- _Work order_
Lines from the one containing "if (below == 0.0)" through the last one in the data below: write them out word for word, and only them.

[Stored entries]

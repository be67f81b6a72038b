package hissledger.device;

import hissledger.physics.Require;
import java.util.OptionalDouble;

/**
 * Current gain at one collector current, as a sheet states it.
 *
 * @param currentAmps collector current, A; &gt; 0
 * @param min least current gain, dimensionless; &gt; 0
 * @param typical typical current gain
 * @param max greatest current gain
 */
public record GainPoint(double currentAmps, OptionalDouble min, OptionalDouble typical, OptionalDouble max) {
    public GainPoint {
        Require.positive("currentAmps", currentAmps, "A");
        double below = 0.0;
        for (OptionalDouble gain : new OptionalDouble[] {min, typical, max}) {
            if (gain.isPresent()) {
                Require.positive("currentGain", gain.getAsDouble(), "");
                if (gain.getAsDouble() < below) {
                    throw new IllegalArgumentException("min, typical and max of currentGain must not fall, but "
                            + gain.getAsDouble() + " follows " + below);
                }
                below = gain.getAsDouble();
            }
        }
        if (below == 0.0) {
            throw new IllegalArgumentException("a gain point needs at least one of min, typical and max");
        }
    }
}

- _Task answer_
        if (below == 0.0) {
            throw new IllegalArgumentException("a gain point needs at least one of min, typical and max");
        }
    }
}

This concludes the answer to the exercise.